I think this range is new to gracefruits.  I have used their regular fragrence with no problems.  Their info does say 5% for soap though.  I would get back to them and report that it doesn't come through in CP.  Probably ok for MP and creams ect.


----------



## holistichonnies (Sep 25, 2014)

My soaps are only in testing stage, as I am new to soap making. This is way I'm trying to find the best ingredients to use in soaps.

The eo's I buy are not cheaper than these fo's. I pay between £4-12 per 10ml bottle. 

I won't buy cheap as cheap almost always means fake/diluted. Iv bought cheaper oils before and been left with a bottle of [email protected] lol


Iv failed so many times I'm becoming an expert


----------



## shunt2011 (Sep 25, 2014)

If you aren't looking for cheap then I would go with quality EO's if you are going "natural".  Especially since you are thinking of selling at some point. In a lot of cases you get what you pay for and those extracts aren't going to work in CP. I also think you will be limiting your customer base if you only do unscented.  It just depend on what direction you plan on taking your business.


----------



## holistichonnies (Sep 25, 2014)

Do eo's 'stick' ok in cp soaps? I will certainly give some a try out


----------



## The Efficacious Gentleman (Sep 25, 2014)

Some do better than others, I'm afraid.  Some will also have adverse effects on the process - florals can cause the batter to go rather iffy at times, for example.


----------



## holistichonnies (Sep 25, 2014)

Yes I did read that florals can cause issues! I'm just glad I actually enjoy this process of formulating the perfect recipe  


Iv failed so many times I'm becoming an expert


----------



## Susie (Sep 25, 2014)

I use strictly EOs in my soap.  I don't like floral scents, so I have never used those.  Citrus EOs need an anchor to stay in there.  Be careful with cinnamon and peppermint EOs amounts because they really can irritate skin, even in a wash off product.  I use no more than 0.3 oz PPO of these.  I have had no problems with any others.

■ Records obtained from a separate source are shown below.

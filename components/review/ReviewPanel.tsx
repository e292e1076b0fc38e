'use client';

import { useMutation, useQuery, useQueryClient } from '@tanstack/react-query';
import { useSession } from 'next-auth/react';
import { useState } from 'react';
import { ChangeTime } from '@/components/circuits/ChangeTime';
import { circuitKey } from '@/components/editor/CircuitEditorPage';
import { FormAlert } from '@/components/forms/FormAlert';
import { fetchMembers, membersKey } from '@/components/members/members-api';
import { Button } from '@/components/ui/Button';
import { useCan } from '@/components/workspace/use-current-workspace';
import type { ReviewDecision } from '@/lib/reviews/schemas';
import { decideReview, fetchCircuitReviews, requestReview, reviewKeys, reviewStateLabel, withdrawReview, type ReviewItem } from './review-api';

/**
 * Where the review of one revision stands, and what the reader may do about it: an engineer asks
 * reviewers (with a message), a requested reviewer approves or asks for changes (with a note),
 * the one who asked may withdraw.
 */
export function ReviewPanel({
  circuitId,
  revisionNumber,
  newest,
  focusReviewId,
}: {
  circuitId: string;
  revisionNumber: number;
  /** Only the newest revision can be put up for review: an older one would be outdated from the start. */
  newest: boolean;
  focusReviewId?: string;
}) {
  const queryClient = useQueryClient();
  const me = useSession().data?.user?.id;
  const canRequest = useCan('review:request');
  const canDecide = useCan('review:decide');
  const reviews = useQuery({ queryKey: reviewKeys.circuitReviews(circuitId), queryFn: ({ signal }) => fetchCircuitReviews(circuitId, signal) });
  const refresh = () => {
    void queryClient.invalidateQueries({ queryKey: reviewKeys.circuitReviews(circuitId) });
    void queryClient.invalidateQueries({ queryKey: ['circuits', circuitId] });
    void queryClient.invalidateQueries({ queryKey: circuitKey(circuitId) });
    void queryClient.invalidateQueries({ queryKey: ['reviews'] });
  };
  const ofThisRevision = (reviews.data?.items ?? []).filter((r) => r.revisionNumber === revisionNumber);
  const focused = ofThisRevision.find((r) => r.id === focusReviewId) ?? ofThisRevision[0];

  return (
    <div className="space-y-3" data-testid="review-panel">
      {reviews.isError ? <FormAlert tone="error">{reviews.error.message}</FormAlert> : null}
      {focused ? <ReviewCard review={focused} me={me} canDecide={canDecide} onChanged={refresh} /> : <p className="text-sm text-ink-soft">No one has been asked to review revision {revisionNumber} yet.</p>}
      {canRequest && newest && (!focused || focused.state !== 'requested' || focused.stale) ? <RequestForm circuitId={circuitId} revisionNumber={revisionNumber} onDone={refresh} /> : null}
      {canRequest && !newest ? <p className="text-xs text-ink-soft">A review is asked for the newest revision; revision {revisionNumber} has been followed by others.</p> : null}
      {ofThisRevision.length > 1 ? (
        <details className="text-xs text-ink-soft">
          <summary>Earlier requests for this revision ({ofThisRevision.length - 1})</summary>
          <ul className="mt-1 space-y-1">
            {ofThisRevision
              .filter((r) => r.id !== focused?.id)
              .map((r) => (
                <li key={r.id}>
                  {reviewStateLabel(r)} · asked by {r.requestedBy.name}, <ChangeTime iso={r.createdAt} />
                </li>
              ))}
          </ul>
        </details>
      ) : null}
    </div>
  );
}

function ReviewCard({ review, me, canDecide, onChanged }: { review: ReviewItem; me: string | undefined; canDecide: boolean; onChanged: () => void }) {
  const [note, setNote] = useState('');
  const decide = useMutation({ mutationFn: (decision: ReviewDecision) => decideReview(review.id, decision, note.trim()), onSuccess: onChanged });
  const withdraw = useMutation({ mutationFn: () => withdrawReview(review.id), onSuccess: onChanged });
  const open = review.state === 'requested' && !review.stale;
  const mine = review.reviewers.some((r) => r.id === me);
  return (
    <article className="rounded-md border border-rule px-3 py-2" data-testid="review-card" data-state={review.state} data-stale={review.stale || undefined}>
      <p className="text-sm">
        <span className="font-medium text-ink" data-testid="review-card-state">
          {reviewStateLabel(review)}
        </span>
        <span className="text-ink-soft">
          {' '}
          · asked by {review.requestedBy.name} of {review.reviewers.map((r) => r.name).join(', ')}, <ChangeTime iso={review.createdAt} />
        </span>
      </p>
      {review.message ? <p className="mt-1 whitespace-pre-wrap text-sm text-ink">{review.message}</p> : null}
      {review.decidedBy && review.decidedAt ? (
        <p className="mt-1 text-xs text-ink-soft">
          Decided by {review.decidedBy.name}, <ChangeTime iso={review.decidedAt} />
        </p>
      ) : null}
      {review.decisionNote ? <p className="mt-1 border-l-2 border-rule pl-2 text-sm whitespace-pre-wrap text-ink-soft">{review.decisionNote}</p> : null}
      {open && canDecide && mine ? (
        <div className="mt-2 space-y-2">
          <label className="block text-xs text-ink-soft">
            Note to the engineer (optional)
            <textarea value={note} onChange={(e) => setNote(e.target.value)} rows={2} maxLength={2000} className="mt-0.5 block w-full rounded-md border border-rule bg-paper-raised px-2 py-1 text-sm text-ink" data-testid="review-note" />
          </label>
          <div className="flex flex-wrap gap-2">
            <Button size="sm" onClick={() => decide.mutate('approve')} disabled={decide.isPending} data-testid="review-approve">
              Approve this revision
            </Button>
            <Button size="sm" variant="secondary" onClick={() => decide.mutate('request_changes')} disabled={decide.isPending} data-testid="review-request-changes">
              Ask for changes
            </Button>
          </div>
          {decide.isError ? <FormAlert tone="error">{decide.error.message}</FormAlert> : null}
        </div>
      ) : null}
      {open && review.requestedBy.id === me ? (
        <Button size="sm" variant="quiet" className="mt-2" onClick={() => withdraw.mutate()} disabled={withdraw.isPending} data-testid="review-withdraw">
          Withdraw the request
        </Button>
      ) : null}
    </article>
  );
}

function RequestForm({ circuitId, revisionNumber, onDone }: { circuitId: string; revisionNumber: number; onDone: () => void }) {
  const members = useQuery({ queryKey: membersKey, queryFn: ({ signal }) => fetchMembers(signal) });
  const [chosen, setChosen] = useState<string[]>([]);
  const [message, setMessage] = useState('');
  const send = useMutation({
    mutationFn: () => requestReview(circuitId, { revisionNumber, reviewerIds: chosen, message: message.trim() }),
    onSuccess: () => {
      setChosen([]);
      setMessage('');
      onDone();
    },
  });
  const candidates = (members.data?.members ?? []).filter((m) => m.role === 'reviewer' || m.role === 'owner');
  return (
    <form
      className="space-y-2 rounded-md border border-dashed border-rule px-3 py-2"
      onSubmit={(event) => {
        event.preventDefault();
        send.mutate();
      }}
      data-testid="review-request-form"
    >
      <h3 className="text-sm font-medium text-ink">Ask for a review of revision {revisionNumber}</h3>
      <fieldset>
        <legend className="text-xs text-ink-soft">Reviewers (members with the reviewer or owner role)</legend>
        {candidates.length === 0 ? <p className="text-xs text-ink-soft">This workspace has no reviewer yet.</p> : null}
        {candidates.map((m) => (
          <label key={m.userId} className="mt-1 flex items-center gap-2 text-sm text-ink">
            <input
              type="checkbox"
              checked={chosen.includes(m.userId)}
              onChange={() => setChosen((c) => (c.includes(m.userId) ? c.filter((id) => id !== m.userId) : [...c, m.userId]))}
              data-testid="review-reviewer"
              data-email={m.email}
            />
            {m.name} <span className="text-xs text-ink-soft">({m.role})</span>
          </label>
        ))}
      </fieldset>
      <label className="block text-xs text-ink-soft">
        What should they look at?
        <textarea value={message} onChange={(e) => setMessage(e.target.value)} rows={2} maxLength={2000} className="mt-0.5 block w-full rounded-md border border-rule bg-paper-raised px-2 py-1 text-sm text-ink" data-testid="review-message" />
      </label>
      {send.isError ? <FormAlert tone="error">{send.error.message}</FormAlert> : null}
      <Button type="submit" size="sm" disabled={send.isPending || chosen.length === 0} data-testid="review-send">
        Send the request
      </Button>
    </form>
  );
}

Be absolutely sure that you are ordering/purchasing EOs intended for use on the human body.  Not all of them are.  The ones that are not are often cheaper, and therefore you will end up with something that is either not safe or will not stick in your CP soap.


----------



## The Efficacious Gentleman (Sep 25, 2014)

holistichonnies said:


> My soaps are only in testing stage, as I am new to soap making. This is way I'm trying to find the best ingredients to use in soaps.


 
Out of interest, who is your safety assessor for the bath and body products?  They might well do soaps as well and can advise you on what is allowed before you submit a recipe.


----------



## holistichonnies (Sep 25, 2014)

yeah they do both cp, hp and m&p soaps - but i need to formulate 6 variations of a soap recipe before I even think of submitting to them for tests due to cost  I currently only have 1 hahahaha


----------



## The Efficacious Gentleman (Sep 25, 2014)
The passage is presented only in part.